De acuerdo con el escrito, las partes están de acuerdo con la moción, aunque difieren en el punto número trece, relacionado con las evidencias acumuladas contra las cuatro personas mencionadas en la causa de Maduro y Flores. “La divulgación de la evidencia podría afectar a terceros inocentes, intimidar a los potenciales testigos que presente el Gobierno de Estados Unidos, a sus familiares o incluso impedir las investigaciones en curso”, se lee en el documento.
En el pasado tanto Cabello como Maduro Guerra han rechazado las acusaciones de Estados Unidos.

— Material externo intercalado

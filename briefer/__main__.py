"""`python -m briefer`."""

from briefer.cli import run

run()
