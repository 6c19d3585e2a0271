"""The airfield form's import: ask for an identifier and the open airport database's two CSV
files, read them with `briefer.io.runway_import.import_airfield` (the function the
``import-runways`` command uses), and fill the form with the airfield and its runways; the crew
then adds the approach from the chart and saves.

A bad file is the importer's ``FILE:LINE:COLUMN: message`` in the dialog, which stays open; the
files are read in a thread, so a large database does not freeze the screen.
"""

from __future__ import annotations

import os
from pathlib import Path
from typing import TYPE_CHECKING, Any

from textual import on
from textual.app import ComposeResult
from textual.binding import Binding
from textual.containers import Horizontal, Vertical
from textual.screen import ModalScreen
from textual.widgets import Button, Input, Label, Static

from briefer.errors import BriefingError
from briefer.tui.widgets._typing_input import TypingInput

if TYPE_CHECKING:
    from briefer.io.runway_import import ImportResult
    from briefer.tui.forms.screen import FormScreen

ERROR_MARK = "✗ "
_LAST: dict[str, str] = {}
"""The files used last in this session (the next import offers them again)."""


def examples_folder() -> Path | None:
    """The invented example files of the database's layout, in a checkout (None in an install)."""
    here = Path(__file__).resolve().parents[3] / "examples" / "open-airport-data"
    return here if (here / "airports.csv").is_file() else None


def _hint(name: str, width: int = 50) -> str:
    """The example file as a hint, short enough for one line of the field."""
    folder = examples_folder()
    if folder is None:
        return f"the database's {name}"
    path = str(folder / name)
    rel = os.path.relpath(path)
    home = str(Path.home())
    shown = min((p for p in (path, rel, "~" + path[len(home):] if path.startswith(home + os.sep) else path)
                 if not p.startswith(".." + os.sep)), key=len, default=path)
    return shown if len(shown) <= width else "…" + shown[-(width - 1):]


class ImportRunways(ModalScreen["ImportResult | None"]):
    """Identifier and the two CSV files -> the import (dismissed with it), or None."""

    BINDINGS = [Binding("escape", "cancel", "Cancel"),
                # Tab in a fixed order, at once: right after F4 the dialog is not laid out yet, and
                # the focus chain (which follows the layout) would drop a Tab typed that early.
                Binding("tab", "move(1)", "Next field", show=False, priority=True),
                Binding("shift+tab", "move(-1)", "Previous field", show=False, priority=True)]
    ORDER = ("import-ident", "import-airports", "import-runways", "import-ok", "import-cancel")

    def __init__(self, ident: str = "") -> None:
        super().__init__(classes="import-screen")
        self.ident = ident.strip()
        self._busy = False
        self._answered = False

    def compose(self) -> ComposeResult:
        with Vertical(id="import-dialog"):
            yield Label("Import runways from the open airport database", id="import-title")
            yield Static("Fills the identifier, name, elevation, reference point and runways; you add "
                         "the approach from the chart.", id="import-help")
            for key, label, value, hint in (
                    ("ident", "Identifier", self.ident or _LAST.get("ident", ""), "Q7HM"),
                    ("airports", "airports.csv", _LAST.get("airports", ""), _hint("airports.csv")),
                    ("runways", "runways.csv", _LAST.get("runways", ""), _hint("runways.csv"))):
                inp = TypingInput(value, placeholder=hint, id=f"import-{key}", compact=True)
                inp.cursor_blink = False
                inp.styles.width = "1fr"
                yield Horizontal(Label(label, classes="import-label"), inp, classes="import-line")
            yield Static("", id="import-message", markup=False)
            with Horizontal(id="import-buttons"):
                yield Button("Import (Enter)", id="import-ok", variant="primary", compact=True)
                yield Button("Cancel (Esc)", id="import-cancel", compact=True)

    def on_mount(self) -> None:
        # At once, not after the keys already queued (Widget.focus defers it): the identifier
        # and a Tab typed right after F4 belong to the dialog's fields.
        self.set_focus(self.query_one("#import-ident", Input))

    def action_move(self, step: int) -> None:
        current = getattr(self.focused, "id", None)
        index = self.ORDER.index(current) if current in self.ORDER else -step
        self.set_focus(self.query_one("#" + self.ORDER[(index + step) % len(self.ORDER)]))

    def _value(self, key: str) -> str:
        return self.query_one(f"#import-{key}", Input).value.strip()

    def _say(self, text: str, *, error: bool) -> None:
        msg = self.query_one("#import-message", Static)
        msg.set_class(error, "-error")
        msg.update((ERROR_MARK if error else "") + text)

    @on(Input.Submitted)
    @on(Button.Pressed, "#import-ok")
    def _run(self, event: Any = None) -> None:
        if event is not None:
            event.stop()
        if self._busy or self._answered:
            return
        ident, airports, runways = self._value("ident"), self._value("airports"), self._value("runways")
        for key, value, what in (("ident", ident, "the airport's identifier"),
                                 ("airports", airports, "the path of airports.csv"),
                                 ("runways", runways, "the path of runways.csv")):
            if not value:
                self._say(f"give {what}", error=True)
                self.query_one(f"#import-{key}", Input).focus()
                return
        _LAST.update(ident=ident, airports=airports, runways=runways)
        self._busy = True
        self._say(f"reading {os.path.basename(runways)} for {ident.upper()}...", error=False)
        self.run_worker(lambda: self._read(ident, os.path.expanduser(airports), os.path.expanduser(runways)),
                        thread=True, exclusive=True, group="import")

    def _read(self, ident: str, airports: str, runways: str) -> None:
        from briefer.io.runway_import import import_airfield

        result, message = None, ""
        try:
            result = import_airfield(ident, airports, runways)
        except BriefingError as exc:          # a bad file: FILE:LINE:COLUMN: message
            message = str(exc)
        except (OSError, ValueError) as exc:
            message = f"cannot read the files: {exc}"
        except Exception as exc:  # never lose the form to an import
            message = f"the import failed: {type(exc).__name__}: {exc}"
        self.app.call_from_thread(self._done, result, message)

    def _done(self, result: ImportResult | None, message: str) -> None:
        self._busy = False
        if result is None:
            self._say(message, error=True)
            return
        self._answered = True
        self.dismiss(result)

    @on(Button.Pressed, "#import-cancel")
    def action_cancel(self) -> None:
        if not self._answered:
            self._answered = True
            self.dismiss(None)


def ask_import(screen: FormScreen) -> None:
    """F4 in the airfield form: the dialog, then the form filled with what it imported."""
    from briefer.tui.forms.airfield_form import imported_texts

    def done(result: ImportResult | None) -> None:
        if result is None:
            return
        texts, flags = imported_texts(screen.texts, result.mapping, result.missing)
        n = len(result.mapping["runways"])
        notes = [f"Imported {result.ident} from the open airport database: {n} runway{'s' * (n != 1)}. "
                 "Check every value against the chart; add the approach below."] + result.notes
        approaches = texts["approaches"]
        first = next((i for i, a in enumerate(approaches) if not str(a.get("name", "")).strip()),
                     len(approaches) - 1)
        focus = min(flags, key=len) if flags else ("approaches", first, "name")    # a value to type first
        status = (f"Imported {result.ident}: {len(notes)} notes above the fields (PageUp); "
                  + (f"{len(flags)} values to type from the chart" if flags else "now the approach"))
        screen.call_later(screen.replace_texts, texts, flags=flags, notes=notes, focus=focus, status=status)

    screen.app.push_screen(ImportRunways(str(screen.texts.get("ident", ""))), done)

No se conocen respuestas ni de Rodríguez Chacín ni de Guerrero a estos señalamientos.
La expectativa es grande. Hace dos meses y tres semanas que Maduro dejó de aparecer a diario en televisión, una presencia ubicua en el día a día de los venezolanos. Mientras Delcy Rodríguez consolida su relación con Donald Trump, algunos colaboradores del antiguo gabinete que aún permanecen en el gobierno no dejan de recordar a su exjefe casi a diario. Este mismo miércoles, a primera hora, el exministro de Comunicación de Información y actual titular del despacho de Ecosocialismo, Freddy Ñáñez, posteaba en su cuenta de Telegram. “Han transcurrido 82 días. Los queremos de vuelta”.